- DATA SHOWN
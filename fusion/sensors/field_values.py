"""Values of a reading as a recording gives them — a table's text cell, or a message's number, boolean or
list — turned into numbers and flags, with the field named in every refusal.  Shared by the sensor kinds'
``from_fields`` (``fusion.sensors.kinds``)."""

from __future__ import annotations

import math

from fusion.errors import ObservationError

__all__ = ["number", "flag", "values", "TRUE", "FALSE", "MISSING_WORDS"]

TRUE = {"true", "1", "yes", "on"}
FALSE = {"false", "0", "no", "off"}
MISSING_WORDS = {"", "none", "null", "nan", "-"}
"""Cells that mean "nothing here" (a marker cell holding one of these: looked, saw nothing)."""


def number(v, name: str) -> float:
    """A finite number from a number or its text; ``ObservationError`` naming ``name`` otherwise."""
    if isinstance(v, bool):
        raise ObservationError(f"'{name}' must be a finite number, got {v!r}")
    if isinstance(v, str):
        try:
            v = float(v.strip())
        except ValueError:
            raise ObservationError(f"'{name}' must be a number, got {v!r}") from None
    if not isinstance(v, (int, float)) or not math.isfinite(v):
        raise ObservationError(f"'{name}' must be a finite number, got {v!r}")
    return float(v)


def flag(v, name: str) -> bool:
    """True or false from a boolean, 0/1, or text (true/false, 1/0, yes/no, on/off)."""
    if isinstance(v, bool):
        return v
    if isinstance(v, int) and v in (0, 1):
        return bool(v)
    text = str(v).strip().lower()
    if text in TRUE | FALSE:
        return text in TRUE
    raise ObservationError(f"'{name}' must be true or false (or 1/0), got {v!r}")


def values(v, name: str) -> list:
    """The items of a field that holds several values: a list (a message, or a table's cells from a column to
    the end of the row) or one text cell with the values separated by ``;``."""
    if isinstance(v, str):
        return v.split(";")
    if isinstance(v, (list, tuple)):
        return list(v)
    raise ObservationError(f"'{name}' must hold several values, got {v!r}")
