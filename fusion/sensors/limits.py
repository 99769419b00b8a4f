"""The one statement of what a sensor parameter may be: the case loader, the calibration loader and the
sensor models all ask ``problems(params)``, so ``fusion check`` accepts exactly what a run can start.

Each field of a parameter class has a rule (a probability, a positive size, a count of levels …);
rules across fields (mixture weights summing to 1) are in ``_joint``.  Upper bounds keep the
arrays a sensor builds within reason; the memory and work a whole case needs are estimated
separately (``fusion.budget``).
"""

from __future__ import annotations

import math

from fusion.errors import ObservationError

__all__ = ["problems", "require_valid", "breaks_rule", "MAX_LEVELS", "MAX_BEAMS", "MAX_RANGE_M", "WEIGHT_TOLERANCE"]

MAX_LEVELS = 64
"""Most nested focal sets a reading's contour is cut into (2⁻⁶⁴ is below a double's resolution near 1)."""
MAX_BEAMS = 2880
"""Most beams in one range scan (an eighth of a degree all round; real scanners have fewer)."""
MAX_RANGE_M = 500.0
"""Longest sensor range in metres (longer than any indoor site; the distance field is padded by it)."""
WEIGHT_TOLERANCE = 1e-9
"""How far the range model's mixture weights may sum from 1 (rounding only)."""

_RULES = {
    "probability": (0.0, 1.0, False, "must lie in [0, 1]"),
    "positive": (0.0, None, True, "must be greater than 0"),
    "non_negative": (0.0, None, False, "must be at least 0"),
    "range": (0.0, MAX_RANGE_M, True, f"must be greater than 0 and at most {MAX_RANGE_M:g} m"),
    "angle": (0.0, 360.0, True, "must be greater than 0 and at most 360 degrees"),
    "levels": (1, MAX_LEVELS, False, f"must be a whole number from 1 to {MAX_LEVELS}"),
}

FIELD_RULES = {
    "reliability": "probability",
    "hit_rate": "probability",
    "false_alarm_rate": "probability",
    "p_detect": "probability",
    "false_rate": "probability",
    "confusion": "probability",
    "wall_share": "probability",
    "early_share": "probability",
    "no_echo_share": "probability",
    "stray_share": "probability",
    "max_range_m": "range",
    "fov_deg": "angle",
    "wall_spread_m": "positive",
    "sigma_range_m": "positive",
    "sigma_bearing_deg": "positive",
    "early_decay_per_m": "positive",
    "sigma_per_m": "non_negative",
    "turn_sigma_per_m_deg": "non_negative",
    "turn_sigma_per_turn": "non_negative",
    "bound_sigmas": "non_negative",
    "slip_m": "non_negative",
    "slip_deg": "non_negative",
    "levels": "levels",
}


def problems(params) -> list[tuple[str, str]]:
    """``(field, what is wrong)`` for every parameter of ``params`` that a sensor model would refuse."""
    out = []
    for name, rule in {**FIELD_RULES, **_kind_rules(params)}.items():
        if not hasattr(params, name):
            continue
        value = getattr(params, name)
        low, high, open_low, words = _RULES[rule]
        if breaks_rule(value, low, high, open_low, whole=rule == "levels"):
            out.append((name, f"{words}, got {value!r}"))
    out += _joint(params)
    return out


def breaks_rule(value, low, high, open_low: bool, whole: bool = False) -> bool:
    """Is ``value`` not a finite number (a bool is not one), not whole when it must be, below ``low`` (or at it
    when ``open_low``), or above ``high`` (None: no upper bound)?  The one test behind every parameter rule."""
    if isinstance(value, bool) or not isinstance(value, (int, float)) or not math.isfinite(value):
        return True
    if whole and not float(value).is_integer():
        return True
    return value < low or (open_low and value == low) or (high is not None and value > high)


def _kind_rules(params) -> dict[str, str]:
    """The rules a registered sensor kind declares for its own parameter fields (``SensorKind.rules``)."""
    from fusion.sensors.kinds import kinds

    for kind in kinds().values():
        if type(params) is kind.params:
            return kind.rules
    return {}


def _joint(params) -> list[tuple[str, str]]:
    out = []
    bearings = getattr(params, "bearings_deg", None)
    if bearings is not None:
        if not bearings:
            out.append(("bearings_deg", "needs at least one beam bearing"))
        elif len(bearings) > MAX_BEAMS:
            out.append(("bearings_deg", f"holds {len(bearings):,} beams; the limit is {MAX_BEAMS:,}"))
        elif not all(isinstance(b, (int, float)) and math.isfinite(b) for b in bearings):
            out.append(("bearings_deg", "must hold finite numbers of degrees"))
    weights = [getattr(params, f, None) for f in ("wall_share", "early_share", "no_echo_share", "stray_share")]
    if all(isinstance(w, (int, float)) and math.isfinite(w) for w in weights) and None not in weights:
        if abs(sum(weights) - 1.0) > WEIGHT_TOLERANCE:
            out.append(
                (
                    "wall_share",
                    f"wall_share + early_share + no_echo_share + stray_share must sum to 1, got {sum(weights):.6g}",
                )
            )
    return out


def require_valid(params, sensor: str) -> None:
    """Refuse ``params`` as a sensor model does: ``ObservationError`` naming the first bad field."""
    found = problems(params)
    if found:
        field, problem = found[0]
        raise ObservationError(f"sensor {sensor!r}: {field} {problem}")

- YOUR GOAL
Nothing in the records may be left out; transcribe all of them exactly.

- WRITTEN SOLUTION
filename fusion/sensors/field_values.py
"""Values of a reading as a recording gives them — a table's text cell, or a message's number, boolean or
list — turned into numbers and flags, with the field named in every refusal.  Shared by the sensor kinds'
``from_fields`` (``fusion.sensors.kinds``)."""

from __future__ import annotations

import math

from fusion.errors import ObservationError

__all__ = ["number", "flag", "values", "TRUE", "FALSE", "MISSING_WORDS"]

TRUE = {"true", "1", "yes", "on"}
FALSE = {"false", "0", "no", "off"}
MISSING_WORDS = {"", "none", "null", "nan", "-"}
"""Cells that mean "nothing here" (a marker cell holding one of these: looked, saw nothing)."""


def number(v, name: str) -> float:
    """A finite number from a number or its text; ``ObservationError`` naming ``name`` otherwise."""
    if isinstance(v, bool):
        raise ObservationError(f"'{name}' must be a finite number, got {v!r}")
    if isinstance(v, str):
        try:
            v = float(v.strip())
        except ValueError:
            raise ObservationError(f"'{name}' must be a number, got {v!r}") from None
    if not isinstance(v, (int, float)) or not math.isfinite(v):
        raise ObservationError(f"'{name}' must be a finite number, got {v!r}")
    return float(v)


def flag(v, name: str) -> bool:
    """True or false from a boolean, 0/1, or text (true/false, 1/0, yes/no, on/off)."""
    if isinstance(v, bool):
        return v
    if isinstance(v, int) and v in (0, 1):
        return bool(v)
    text = str(v).strip().lower()
    if text in TRUE | FALSE:
        return text in TRUE
    raise ObservationError(f"'{name}' must be true or false (or 1/0), got {v!r}")


def values(v, name: str) -> list:
    """The items of a field that holds several values: a list (a message, or a table's cells from a column to
    the end of the row) or one text cell with the values separated by ``;``."""
    if isinstance(v, str):
        return v.split(";")
    if isinstance(v, (list, tuple)):
        return list(v)
    raise ObservationError(f"'{name}' must hold several values, got {v!r}")
filename fusion/sensors/limits.py
repository 99769419b00b8a4f
"""The one statement of what a sensor parameter may be: the case loader, the calibration loader and the
sensor models all ask ``problems(params)``, so ``fusion check`` accepts exactly what a run can start.

Each field of a parameter class has a rule (a probability, a positive size, a count of levels …);
rules across fields (mixture weights summing to 1) are in ``_joint``.  Upper bounds keep the
arrays a sensor builds within reason; the memory and work a whole case needs are estimated
separately (``fusion.budget``).
"""

from __future__ import annotations

import math

from fusion.errors import ObservationError

__all__ = ["problems", "require_valid", "breaks_rule", "MAX_LEVELS", "MAX_BEAMS", "MAX_RANGE_M", "WEIGHT_TOLERANCE"]

MAX_LEVELS = 64
"""Most nested focal sets a reading's contour is cut into (2⁻⁶⁴ is below a double's resolution near 1)."""
MAX_BEAMS = 2880
"""Most beams in one range scan (an eighth of a degree all round; real scanners have fewer)."""
MAX_RANGE_M = 500.0
"""Longest sensor range in metres (longer than any indoor site; the distance field is padded by it)."""
WEIGHT_TOLERANCE = 1e-9
"""How far the range model's mixture weights may sum from 1 (rounding only)."""

_RULES = {
    "probability": (0.0, 1.0, False, "must lie in [0, 1]"),
    "positive": (0.0, None, True, "must be greater than 0"),
    "non_negative": (0.0, None, False, "must be at least 0"),
    "range": (0.0, MAX_RANGE_M, True, f"must be greater than 0 and at most {MAX_RANGE_M:g} m"),
    "angle": (0.0, 360.0, True, "must be greater than 0 and at most 360 degrees"),
    "levels": (1, MAX_LEVELS, False, f"must be a whole number from 1 to {MAX_LEVELS}"),
}

FIELD_RULES = {
    "reliability": "probability",
    "hit_rate": "probability",
    "false_alarm_rate": "probability",
    "p_detect": "probability",
    "false_rate": "probability",
    "confusion": "probability",
    "wall_share": "probability",
    "early_share": "probability",
    "no_echo_share": "probability",
    "stray_share": "probability",
    "max_range_m": "range",
    "fov_deg": "angle",
    "wall_spread_m": "positive",
    "sigma_range_m": "positive",
    "sigma_bearing_deg": "positive",
    "early_decay_per_m": "positive",
    "sigma_per_m": "non_negative",
    "turn_sigma_per_m_deg": "non_negative",
    "turn_sigma_per_turn": "non_negative",
    "bound_sigmas": "non_negative",
    "slip_m": "non_negative",
    "slip_deg": "non_negative",
    "levels": "levels",
}


def problems(params) -> list[tuple[str, str]]:
    """``(field, what is wrong)`` for every parameter of ``params`` that a sensor model would refuse."""
    out = []
    for name, rule in {**FIELD_RULES, **_kind_rules(params)}.items():
        if not hasattr(params, name):
            continue
        value = getattr(params, name)
        low, high, open_low, words = _RULES[rule]
        if breaks_rule(value, low, high, open_low, whole=rule == "levels"):
            out.append((name, f"{words}, got {value!r}"))
    out += _joint(params)
    return out


def breaks_rule(value, low, high, open_low: bool, whole: bool = False) -> bool:
    """Is ``value`` not a finite number (a bool is not one), not whole when it must be, below ``low`` (or at it
    when ``open_low``), or above ``high`` (None: no upper bound)?  The one test behind every parameter rule."""
    if isinstance(value, bool) or not isinstance(value, (int, float)) or not math.isfinite(value):
        return True
    if whole and not float(value).is_integer():
        return True
    return value < low or (open_low and value == low) or (high is not None and value > high)


def _kind_rules(params) -> dict[str, str]:
    """The rules a registered sensor kind declares for its own parameter fields (``SensorKind.rules``)."""
    from fusion.sensors.kinds import kinds

    for kind in kinds().values():
        if type(params) is kind.params:
            return kind.rules
    return {}


def _joint(params) -> list[tuple[str, str]]:
    out = []
    bearings = getattr(params, "bearings_deg", None)
    if bearings is not None:
        if not bearings:
            out.append(("bearings_deg", "needs at least one beam bearing"))
        elif len(bearings) > MAX_BEAMS:
            out.append(("bearings_deg", f"holds {len(bearings):,} beams; the limit is {MAX_BEAMS:,}"))
        elif not all(isinstance(b, (int, float)) and math.isfinite(b) for b in bearings):
            out.append(("bearings_deg", "must hold finite numbers of degrees"))
    weights = [getattr(params, f, None) for f in ("wall_share", "early_share", "no_echo_share", "stray_share")]
    if all(isinstance(w, (int, float)) and math.isfinite(w) for w in weights) and None not in weights:
        if abs(sum(weights) - 1.0) > WEIGHT_TOLERANCE:
            out.append(
                (
                    "wall_share",
                    f"wall_share + early_share + no_echo_share + stray_share must sum to 1, got {sum(weights):.6g}",
                )
            )
    return out


def require_valid(params, sensor: str) -> None:
    """Refuse ``params`` as a sensor model does: ``ObservationError`` naming the first bad field."""
    found = problems(params)
    if found:
        field, problem = found[0]
        raise ObservationError(f"sensor {sensor!r}: {field} {problem}")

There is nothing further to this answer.